For reference, this is a dual-socket Intel Xeon E5-2680 v4 machine with 4-channel DDR4 ECC RDIMM @ 2400 MT/s on each socket, so it should behave like a 8-channel machine. The Cluster-On-Die mode is enabled in BIOS, as a result, each CPU is seen as two NUMA nodes - the CPU's silicon is physically partitioned into 2 parts, each with its own 2-channel memory controller interconnected by bridges between two separate Ring Bus, each with half the cores. The entire machine has 4 NUMA nodes. For NUMA-aware application, this offers the highest memory bandwidth.

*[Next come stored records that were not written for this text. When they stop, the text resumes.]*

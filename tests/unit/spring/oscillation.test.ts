import fc from 'fast-check'
import { describe, expect, it } from 'vitest'
import { rateFromOscillation } from '#shared/spring/oscillation'

const taps = (frequencyHz: number, count: number, scatterS: (i: number) => number = () => 0) => Array.from({ length: count }, (_, i) => i / frequencyHz + scatterS(i))

describe('rate from a bouncing mass', () => {
  it('is near 217 N/m for 0.22 kg at 5 Hz (common practice, no source)', () => {
    const result = rateFromOscillation({ tapTimesS: taps(5, 20), massG: 220 })
    expect(result.ok && result.rateNPerMm * 1000).toBeCloseTo(217.1, 1)
    expect(result.ok && result.relativeError).toBeLessThan(1e-9)
  })

  it('takes the times between taps as well as the taps', () => {
    const tapTimesS = taps(3, 15, i => 0.01 * Math.sin(5 * i))
    const periodsS = tapTimesS.slice(1).map((time, i) => time - (tapTimesS[i] ?? 0))
    const byTaps = rateFromOscillation({ tapTimesS, massG: 300, springMassG: 20 })
    const byPeriods = rateFromOscillation({ periodsS, massG: 300, springMassG: 20 })
    expect(byPeriods).toMatchObject({ ok: true, taps: 15 })
    expect(byPeriods.ok && byTaps.ok && byPeriods.rateNPerMm / byTaps.rateNPerMm).toBeCloseTo(1, 12)
    expect(byPeriods.ok && byTaps.ok && byPeriods.relativeError / byTaps.relativeError).toBeCloseTo(1, 9)
    expect(rateFromOscillation({ periodsS: [0.2, 0.2, -0.1, 0.2, 0.2, 0.2, 0.2], massG: 300 })).toEqual({ ok: false, reason: 'not-in-order' })
    expect(rateFromOscillation({ periodsS: [], massG: 300 })).toEqual({ ok: false, reason: 'too-few-taps' })
  })

  it('counts a third of the spring\'s own mass: (2 pi f)^2 (m + ms/3)', () => {
    const result = rateFromOscillation({ tapTimesS: taps(2, 12), massG: 1000, springMassG: 90 })
    expect(result.ok && result.rateNPerMm).toBeCloseTo(((2 * Math.PI * 2) ** 2 * 1.03) / 1000, 9)
  })

  it('tells the error from the scatter: about what many made trials really miss by', () => {
    let within = 0
    let trials = 0
    fc.assert(fc.property(fc.array(fc.double({ min: -1, max: 1, noNaN: true }), { minLength: 24, maxLength: 24 }), fc.double({ min: 1, max: 4, noNaN: true }), (noise, frequency) => {
      const result = rateFromOscillation({ tapTimesS: taps(frequency, 24, i => 0.03 * (noise[i] ?? 0)), massG: 500 })
      if (!result.ok) return
      trials++
      const truth = ((2 * Math.PI * frequency) ** 2 * 0.5) / 1000
      if (Math.abs(result.rateNPerMm - truth) < 2.5 * result.standardErrorNPerMm) within++
    }), { numRuns: 300, seed: 5 })
    expect(within / trials).toBeGreaterThan(0.9)
  })

  it('sees a tap that was missed, and does without too few, no mass, or a clock that ran back', () => {
    const missed = taps(3, 14).filter((_, i) => i !== 6)
    expect(rateFromOscillation({ tapTimesS: missed, massG: 100 })).toMatchObject({ ok: true, isIrregular: true })
    expect(rateFromOscillation({ tapTimesS: taps(3, 14), massG: 100 })).toMatchObject({ ok: true, isIrregular: false })
    expect(rateFromOscillation({ tapTimesS: taps(3, 7), massG: 100 })).toEqual({ ok: false, reason: 'too-few-taps' })
    expect(rateFromOscillation({ tapTimesS: taps(3, 9), massG: 0 })).toEqual({ ok: false, reason: 'no-mass' })
    expect(rateFromOscillation({ tapTimesS: [...taps(3, 9), 0.1], massG: 10 })).toEqual({ ok: false, reason: 'not-in-order' })
  })
})
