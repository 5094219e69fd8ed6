import { asc, eq, inArray } from 'drizzle-orm'
import { toCurrency } from '#shared/money'
import { compareJobCost, type JobActuals, type JobCostComparison } from '../../engine/costing'
import { operations, quoteLines, quotePrices, quotes, wireProducts, jobs } from '../../database/schema'
import type { Queryable } from '../../database/client'
import type { StoredPriceBook } from '../price-books/read-book'

type JobKey = { jobId: string, quotePriceId: string, currency: string, wirePricePerKg: string | null }

/** Compares the quoted with the recorded cost of several jobs at once: two queries, whatever their number. */
export async function readJobCosts(db: Queryable, book: StoredPriceBook, keys: readonly JobKey[]): Promise<Map<string, JobCostComparison>> {
  if (keys.length === 0) return new Map()
  const [lines, steps] = await Promise.all([
    db.select().from(quoteLines).where(inArray(quoteLines.quotePriceId, keys.map(key => key.quotePriceId))).orderBy(asc(quoteLines.position)),
    db.select().from(operations).where(inArray(operations.jobId, keys.map(key => key.jobId))).orderBy(asc(operations.position)),
  ])
  return new Map(keys.map((key) => {
    const quoted = lines.filter(line => line.quotePriceId === key.quotePriceId)
    return [key.jobId, compareJobCost(quoted, actualsOf(steps.filter(step => step.jobId === key.jobId), key, book), toCurrency(key.currency))]
  }))
}

function actualsOf(steps: readonly (typeof operations.$inferSelect)[], key: JobKey, book: StoredPriceBook): JobActuals {
  const minutes: JobActuals['minutes'] = {}
  for (const step of steps) {
    if (step.actualSetUpMinutes === null && step.actualRunMinutes === null) continue
    minutes[step.kind] = { setUpMinutes: numberOrNull(step.actualSetUpMinutes), runMinutes: numberOrNull(step.actualRunMinutes) }
  }
  const wire = steps.find(step => step.wireUsedKg !== null)
  return {
    minutes, wireKg: wire ? Number(wire.wireUsedKg) : null, wirePricePerKg: key.wirePricePerKg ?? '0',
    hourlyRates: {
      'coiling': book.rates['hourly.coiling'], 'stress-relief': book.rates['hourly.stress-relief'], 'end-grinding': book.rates['hourly.end-grinding'],
      'inspection': book.rates['hourly.inspection'], 'packing': book.rates['hourly.packing'],
    },
  }
}

const numberOrNull = (text: string | null) => text === null ? null : Number(text)

/** Columns that name a job's quote and its wire's price now; join `jobCostJoins` in this order. */
export const jobKeyColumns = { jobId: jobs.id, quotePriceId: jobs.quotePriceId, currency: quotes.currency, wirePricePerKg: wireProducts.pricePerKg }
export const onQuotePrice = eq(quotePrices.id, jobs.quotePriceId)
export const onQuote = eq(quotes.id, quotePrices.quoteId)
export const onWire = eq(wireProducts.id, quotes.wireProductId)
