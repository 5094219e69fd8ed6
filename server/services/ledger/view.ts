import { desc, eq, lt, sql } from 'drizzle-orm'
import type { LedgerView } from '#shared/schemas/ledger'
import { jobs, ledgerEntries, orders, quotePrices, quotes, wireProducts } from '../../database/schema'
import { assertRole, type ServiceContext } from '../context'
import { decodeCursor, encodeCursor } from '../cursor'
import { invalid } from '../errors'
import { jobRefOf } from '../jobs/refs'
import { orderRefOf } from '../orders/reference'
import { ACCOUNTS } from '../payments/accounts'
import { getCurrentPriceBook } from '../price-books/get-current'
import { jobKeyColumns, onQuote, onQuotePrice, onWire, readJobCosts } from './job-costs'

/** Money in and owed, and the jobs, newest first, each with its quoted and recorded cost. */
export async function getLedger(context: ServiceContext, page: { cursor?: string, limit: number }): Promise<LedgerView> {
  assertRole(context, 'bookkeeper', 'admin')
  const before = page.cursor ? Number(decodeCursor(page.cursor, 1)[0]) : null
  if (before !== null && !Number.isSafeInteger(before)) throw invalid('cursor', 'This page of the list does not exist. Start at the first one.')
  const book = await getCurrentPriceBook(context)
  const rows = await context.db.select({
    ...jobKeyColumns, number: jobs.number, orderNumber: orders.number, customer: orders.firmName, title: orders.title, quantity: jobs.quantity, state: jobs.state, finishedAt: jobs.finishedAt, priceMinor: quotePrices.netMinor, costMinor: quotePrices.costMinor,
  }).from(jobs).innerJoin(orders, eq(orders.id, jobs.orderId)).innerJoin(quotePrices, onQuotePrice).innerJoin(quotes, onQuote).leftJoin(wireProducts, onWire)
    .where(before === null ? undefined : lt(jobs.number, before)).orderBy(desc(jobs.number)).limit(page.limit + 1)
  const shown = rows.slice(0, page.limit)
  const [costs, sums, due] = await Promise.all([readJobCosts(context.db, book, shown), readBalances(context), readBalanceDue(context)])
  return {
    currency: book.currency, cashInMinor: sums.get(ACCOUNTS.cash) ?? 0, depositsHeldMinor: -(sums.get(ACCOUNTS.deposits) ?? 0), balanceDueMinor: due, timeZone: context.timeZone,
    jobs: shown.map((row) => {
      const total = costs.get(row.jobId)!.total
      const isRecorded = total.actualMinor > 0
      return {
        jobRef: jobRefOf(row.number), orderRef: orderRefOf(row.orderNumber), customer: row.customer, title: row.title, quantity: row.quantity, state: row.state, finishedAt: row.finishedAt?.toISOString() ?? null, currency: row.currency, priceMinor: row.priceMinor,
        quotedCostMinor: total.quotedMinor, actualCostMinor: isRecorded ? total.actualMinor : null, differenceMinor: isRecorded ? total.differenceMinor : null, isComplete: total.isComplete,
      }
    }),
    nextCursor: rows.length > page.limit ? encodeCursor(String(shown.at(-1)!.number)) : null,
  }
}

/** A balance is only ever a sum of entries. */
async function readBalances({ db }: ServiceContext): Promise<Map<string, number>> {
  const rows = await db.select({ account: ledgerEntries.account, minor: sql<string>`sum(${ledgerEntries.amountMinor})` }).from(ledgerEntries).groupBy(ledgerEntries.account)
  return new Map(rows.map(row => [row.account, Number(row.minor)]))
}

async function readBalanceDue({ db }: ServiceContext): Promise<number> {
  const [row] = await db.select({
    minor: sql<string>`coalesce(sum(${quotePrices.grossMinor} - coalesce((select sum(p.amount_minor) from payments p where p.order_id = ${jobs.orderId} and p.state = 'paid'), 0)), 0)`,
  }).from(jobs).innerJoin(quotePrices, onQuotePrice).where(eq(jobs.state, 'finished'))
  return Number(row?.minor ?? 0)
}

$ likwid-bench -t stream_mem_avx_fma -w M0:1GB -w M1:1GB -w M2:1GB -w M3:1GB
--------------------------------------------------------------------------------
Cycles: 22089219858
CPU Clock: 2394502471
Cycle Clock: 2394502471
Time: 9.224973e+00 sec
Iterations: 14336
Iterations per thread: 256
Inner loop executions: 186011
Size (Byte): 3999980544
Size per thread: 71428224
Number of Flops: 85332918272
MFlops/s: 9250.21
Data volume (Byte): 1023995019264
MByte/s: 111002.50
Cycles per update: 0.517719
Cycles per cacheline: 4.141749
Loads per update: 2
Stores per update: 1
Load bytes per element: 16
Store bytes per elem.: 8
Load/store ratio: 2.00
Instructions: 39999805457
UOPs: 58666381312
According to likwid-bench
, The STREAM Triad performance of this machine is thus 111 GB/s. Now compare the result with the original STREAM benchmark:
-------------------------------------------------------------
Function Best Rate MB/s Avg time Min time Max time
Copy: 96094.9 0.017320 0.016650 0.030050
Scale: 74934.2 0.022183 0.021352 0.033086
Add: 84007.2 0.029319 0.028569 0.041626
Triad: 85827.9 0.028947 0.027963 0.039657
-------------------------------------------------------------
Multiplying 85827.9 MB/s by 1.33x is 114149.91 MB/s. This shows that both results are consistent and within the margin of error.
Finally, note that 8-channel DDR4 2400 MT/s has a theoretical bandwidth of 153.6 GB/s. Thus, this Intel Broadwell-EP CPU's hardware efficiency is 72.2% - a bit on the low side. This is not surprising for a server CPU.